The Reserve Bank of India (RBI) has eased the norms for gold import by allowing large private gold importers, or star and premier trading houses to procure the yellow metal, in a move that will reduce price of gold at the world’s second largest gold market.
The existing guideline, under which importers can import gold, provided that 20 per cent of it is exported as finished product or jewellery, will remain the same.
In July last year, the central bank had several restrictions on gold imports, including a record high duty of 10 per cent on gold import, so as to combat the mounting current account deficit and depreciating rupee. RBI had also tied imports quantities with exports levels and prescribed a 20:80 formula which was only for select banks. Other entities were barred from importing the metal.
Now, all the star trading houses, private jewellery exporters that had been barred from importing gold since July 2013 can resume imports, with immediate effect.

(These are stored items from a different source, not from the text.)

import { placesPerSize } from '../fit/between-lines.ts';
import { zonesOf } from '../fit/garments.ts';
import type { PatternInput, PatternTable } from '../patterns/patterns.schema.ts';
import type { FieldProblem } from '../problem.ts';
import type { PlanOptions } from './plans.schema.ts';

/**
 * Every option that cannot be honoured yet or not in this pattern, with its JSON pointer and a sentence; none where
 * all can. Nothing is quietly ignored: an answer that left an option out would pretend to have reckoned it.
 */
export function refuseOptions(
  options: PlanOptions,
  pattern: Pick<PatternInput, 'structure' | 'kind'>,
  table: Pick<PatternTable, 'sizes'>,
): FieldProblem[] {
  return [
    ...refuseFabric(options.fabric, pattern),
    ...refuse(
      options.layers !== undefined && options.layers.length > 0,
      '/options/layers',
      'Layers worn underneath are not reckoned yet: leave them out.',
    ),
    ...refuse(
      options.lean !== undefined,
      '/options/lean',
      'Closer or roomier than drafted is not reckoned yet: leave it out.',
    ),
    ...refuseHeld(options, zonesOf(pattern.kind), table.sizes.length),
  ];
}

function refuseFabric(
  fabric: PlanOptions['fabric'],
  pattern: Pick<PatternInput, 'structure'>,
): FieldProblem[] {
  if (fabric === undefined) return [];
  const at = '/options/fabric';
  const isOther = fabric.structure !== pattern.structure;
  return [
    ...refuse(
      isOther && fabric.structure === 'knit',
      `${at}/structure`,
      'Knit cloth is not reckoned yet: plan a woven in this pattern.',
    ),
    ...refuse(
      isOther && fabric.structure === 'woven',
      `${at}/structure`,
      'This pattern is drafted for a knit: a woven in it is not reckoned yet.',
    ),
    ...refuse(
      (fabric.stretch ?? 0) > 0,
      `${at}/stretch`,
      'Stretch is not reckoned yet: leave it out, or give 0.',
    ),
    ...(['shrinkLengthwise', 'shrinkCrosswise'] as const).flatMap((way) =>
      refuse(
        (fabric[way] ?? 0) !== 0,
        `${at}/${way}`,
        'Shrinkage is not reckoned yet: wash the cloth before cutting, and leave this out.',
      ),
    ),
  ];
}

function refuseHeld(options: PlanOptions, zones: readonly string[], sizes: number): FieldProblem[] {
  const { held, cutBetweenLines } = options;
  const perSize = placesPerSize({ cutBetweenLines });
  return Object.entries(held ?? {}).flatMap(([zone, position]) => [
    ...refuse(
      !zones.includes(zone),
      `/options/held/${zone}`,
      'This garment is not fitted there: leave it out.',
    ),
    ...refuse(
      !Number.isInteger(position * perSize),
      `/options/held/${zone}`,
      perSize === 1
        ? 'The plan keeps to the lines: give a whole number, or let it cut between them.'
        : 'Give a size, or the place half-way between two: a whole number, or one with a half.',
    ),
    ...refuse(
      position > sizes - 1,
      `/options/held/${zone}`,
      `Give a size of this pattern: 0 is its first and ${sizes - 1} its last.`,
    ),
  ]);
}

function refuse(when: boolean, pointer: string, detail: string): FieldProblem[] {
  return when ? [{ pointer, detail }] : [];
}
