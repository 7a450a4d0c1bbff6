import Papa from 'papaparse';
import { describe, expect, it, vi } from 'vitest';
import { refusalOf } from '../../../../../server/patterns/reading/read-table.ts';
import { read } from './reading.ts';

describe('files that are no table', () => {
  const refuse = (bytes: Uint8Array | string) => {
    const table = read(bytes);
    expect(table.rows).toEqual([]);
    return refusalOf(table)?.code;
  };

  it.each([
    ['an empty file', '', 'emptyFile'],
    ['blank lines', '\n \r\n\t\n', 'emptyFile'],
    ['a spreadsheet', new Uint8Array([0x50, 0x4b, 0x03, 0x04, 20, 0, 6, 0]), 'spreadsheetFile'],
    ['an old spreadsheet', new Uint8Array([0xd0, 0xcf, 0x11, 0xe0, 0xa1]), 'spreadsheetFile'],
    ['a PDF', '%PDF-1.7\n', 'binaryFile'],
    ['a picture', new Uint8Array([0x89, 0x50, 0x4e, 0x47, 0x0d, 0x0a]), 'binaryFile'],
    ['zero bytes', new Uint8Array([83, 105, 122, 101, 0, 44]), 'binaryFile'],
    ['6 MB', new Uint8Array(6_000_000).fill(65), 'fileTooLarge'],
    ['300,000 rows', '1,2\n'.repeat(300_000), 'tooManySizes'],
    ['a thousand blank rows too many', `Size,Bust\n${',\n'.repeat(3000)}`, 'tooManySizes'],
  ])('%s', (_name, bytes, code) => {
    expect(refuse(bytes)).toBe(code);
  });

  it('says to save a spreadsheet as CSV first', () => {
    expect(read(new Uint8Array([0x50, 0x4b, 0x03, 0x04])).issues[0]?.words).toContain('CSV');
  });

  it.each([
    ['commas', ','.repeat(1_000_000)],
    ['headings', `Size,${'Bust,'.repeat(900_000)}`],
    ['semicolons', ';'.repeat(1_000_000)],
    ['quoted', '"a",'.repeat(1_000_000)],
    ['open quotes', `"${'a,'.repeat(2_000_000)}`],
  ])('a million columns of %s are refused before a single cell is built', (_name, text) => {
    const parsing = vi.spyOn(Papa, 'parse');
    const code = refuse(new TextEncoder().encode(text));
    expect(parsing).not.toHaveBeenCalled();
    expect(['tooManyColumns', 'openQuote']).toContain(code);
    parsing.mockRestore();
  });

  it('the largest table that is allowed is read whole', () => {
    const headings = Array.from({ length: 60 }, (_, at) => `h${String(at)}`);
    const row = headings.map((_, at) => `${String(30 + at)} 3/8`).join(',');
    const text = `Size,${headings.join(',')}\n${Array.from({ length: 200 }, (_, at) => `s${String(at)},${row}`).join('\n')}`;
    const table = read(text, 'chart', { points: { 2: 'bust', 3: 'waist', 4: 'hip', 5: 'knee' } });
    expect(table.rows).toHaveLength(200);
    expect(table.columns).toHaveLength(61);
    expect(table.issues.filter((issue) => issue.severity === 'error')).toEqual([]);
  });
});
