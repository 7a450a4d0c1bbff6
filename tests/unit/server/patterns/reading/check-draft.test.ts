import { describe, expect, it } from 'vitest';
import type { DraftDetails } from '../../../../../shared/patterns/imports.schema.ts';
import { checkDraft, isReady } from '../../../../../server/patterns/reading/check-draft.ts';
import { read } from './reading.ts';

const DETAILS: DraftDetails = {
  title: 'Harbour dress',
  kind: 'dress',
  silhouette: 'fitted',
  structure: 'woven',
};
const chart = (...sizes: string[]) =>
  read(`Size,Bust (cm)\n${sizes.map((size, at) => `${size},${String(84 + 4 * at)}`).join('\n')}`);

describe('a draft as a whole', () => {
  it('with details and one table is ready', () => {
    expect(checkDraft(DETAILS, chart('10', '12'), null)).toEqual([]);
    expect(checkDraft(DETAILS, null, chart('10', '12'))).toEqual([]);
  });

  it.each(['title', 'kind', 'silhouette', 'structure'] as const)('says that the %s is missing', (field) => {
    const { [field]: _left, ...details } = DETAILS;
    expect(checkDraft(details, chart('10'), null).map((issue) => issue.code)).toEqual([`${field}Missing`]);
  });

  it('an empty title is missing', () => {
    expect(checkDraft({ ...DETAILS, title: '' }, chart('10'), null)).toHaveLength(1);
  });

  it('needs at least one table', () => {
    expect(checkDraft(DETAILS, null, null).map((issue) => issue.code)).toEqual(['noTable']);
  });

  it('needs the same sizes in both tables, and says which differ', () => {
    const [issue] = checkDraft(DETAILS, chart('10', '12', '14'), chart('10', '12', '16'));
    expect(issue).toMatchObject({ severity: 'error', code: 'sizesDiffer' });
    expect(issue?.words).toContain('“14” in the size chart only');
    expect(issue?.words).toContain('“16” in the finished measurements only');
  });

  it('needs them in the same order, and says where they part', () => {
    const [issue] = checkDraft(DETAILS, chart('10', '12', '14'), chart('10', '14', '12'));
    expect(issue?.code).toBe('sizeOrderDiffers');
    expect(issue?.words).toContain('size 2 is “12”');
  });

  it('an error in a table keeps it from being ready, a caution does not', () => {
    const bad = read('Size,Bust (cm)\n1,-3\n');
    const doubtful = read('Size,Bust\n1,92\n');
    expect(isReady([], [bad, null])).toBe(false);
    expect(doubtful.issues).not.toEqual([]);
    expect(isReady([], [doubtful, null])).toBe(true);
  });
});
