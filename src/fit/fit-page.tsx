import { useSuspenseQuery, type QueryClient } from '@tanstack/react-query';
import { useSearchParams, type LoaderFunctionArgs } from 'react-router-dom';
import { measurementSetQuery, measurementSetsQuery, peopleQuery, personQuery } from '../people/queries.ts';
import { patternQuery, patternsQuery, revisionQuery } from '../patterns/queries.ts';
import { paths } from '../paths.ts';
import { EmptyState } from '../ui/empty-state.tsx';
import { ButtonLink } from '../ui/link.tsx';
import { PageHeading } from '../ui/page-heading.tsx';
import { ChooseFirst } from './choose-first.tsx';
import { Desk } from './desk.tsx';
import { readFitAddress } from './fit-address.ts';

export const loader =
  (client: QueryClient) =>
  async ({ request }: LoaderFunctionArgs) => {
    const { setId, revisionId } = readFitAddress(new URL(request.url).searchParams);
    await Promise.all([
      client.query(peopleQuery()),
      client.query(patternsQuery()),
      setId === null ? null : readPerson(client, setId),
      revisionId === null ? null : readPattern(client, revisionId),
    ]);
    return null;
  };

async function readPerson(client: QueryClient, setId: string) {
  const { personId } = await client.query(measurementSetQuery(setId));
  await Promise.all([client.query(personQuery(personId)), client.query(measurementSetsQuery(personId))]);
}

async function readPattern(client: QueryClient, revisionId: string) {
  const { patternId } = await client.query(revisionQuery(revisionId));
  await client.query(patternQuery(patternId));
}

/** The fit view of somebody in a pattern; everything that is chosen stands in the address. */
export function Component() {
  const [search] = useSearchParams();
  const { data: people } = useSuspenseQuery(peopleQuery());
  const { data: patterns } = useSuspenseQuery(patternsQuery());
  const { setId, revisionId, silhouette, isBetween, hold } = readFitAddress(search);
  if (people.total === 0) return <NobodyYet />;
  if (patterns.total === 0) return <NoPatternYet />;
  if (setId === null || revisionId === null) return <ChooseFirst setId={setId} revisionId={revisionId} />;
  return (
    <Desk
      // Another person, pattern, silhouette or way to cut is another plan: nothing stays held from the one before.
      key={`${setId} ${revisionId} ${silhouette ?? ''} ${isBetween}`}
      setId={setId}
      revisionId={revisionId}
      silhouette={silhouette}
      isBetween={isBetween}
      hold={hold}
    />
  );
}

function NobodyYet() {
  return (
    <>
      <PageHeading title="A new plan" />
      <EmptyState
        title="Begin with whoever it is for"
        action={
          <ButtonLink kind="primary" to={paths.newPerson}>
            Add a person
          </ButtonLink>
        }
      >
        <p>A plan holds somebody’s measurements against a pattern’s tables. Nobody is here yet.</p>
      </EmptyState>
    </>
  );
}

function NoPatternYet() {
  return (
    <>
      <PageHeading title="A new plan" />
      <EmptyState
        title="Then the pattern"
        action={
          <ButtonLink kind="primary" to={paths.newImport}>
            Bring a pattern’s tables
          </ButtonLink>
        }
      >
        <p>
          Its size chart, its finished measurements, or both: a CSV file from the maker’s page or your own.
        </p>
      </EmptyState>
    </>
  );
}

The decision by RBI to relax the norms follows representations from jewellers, bullion dealers, banks, and trade bodies. It also comes in the wake of much better current account position and rise in the value of Indian currency due to inflows leading to and after the election results were declared.
As a result, over 20 entities, including state-run banks, private banks and agencies will now be allowed to import the metal.
The central bank has also permitted banks to offer gold loans to domestic jewellery makers, out of the eligible domestic import quota to the extent of Gold Metal Loan outstanding on their books as on March 31, 2013.
This practice was also stopped last year and in absence of which gold loans jewellers were forced to take credit to fund their purchases, which was increasing their cost.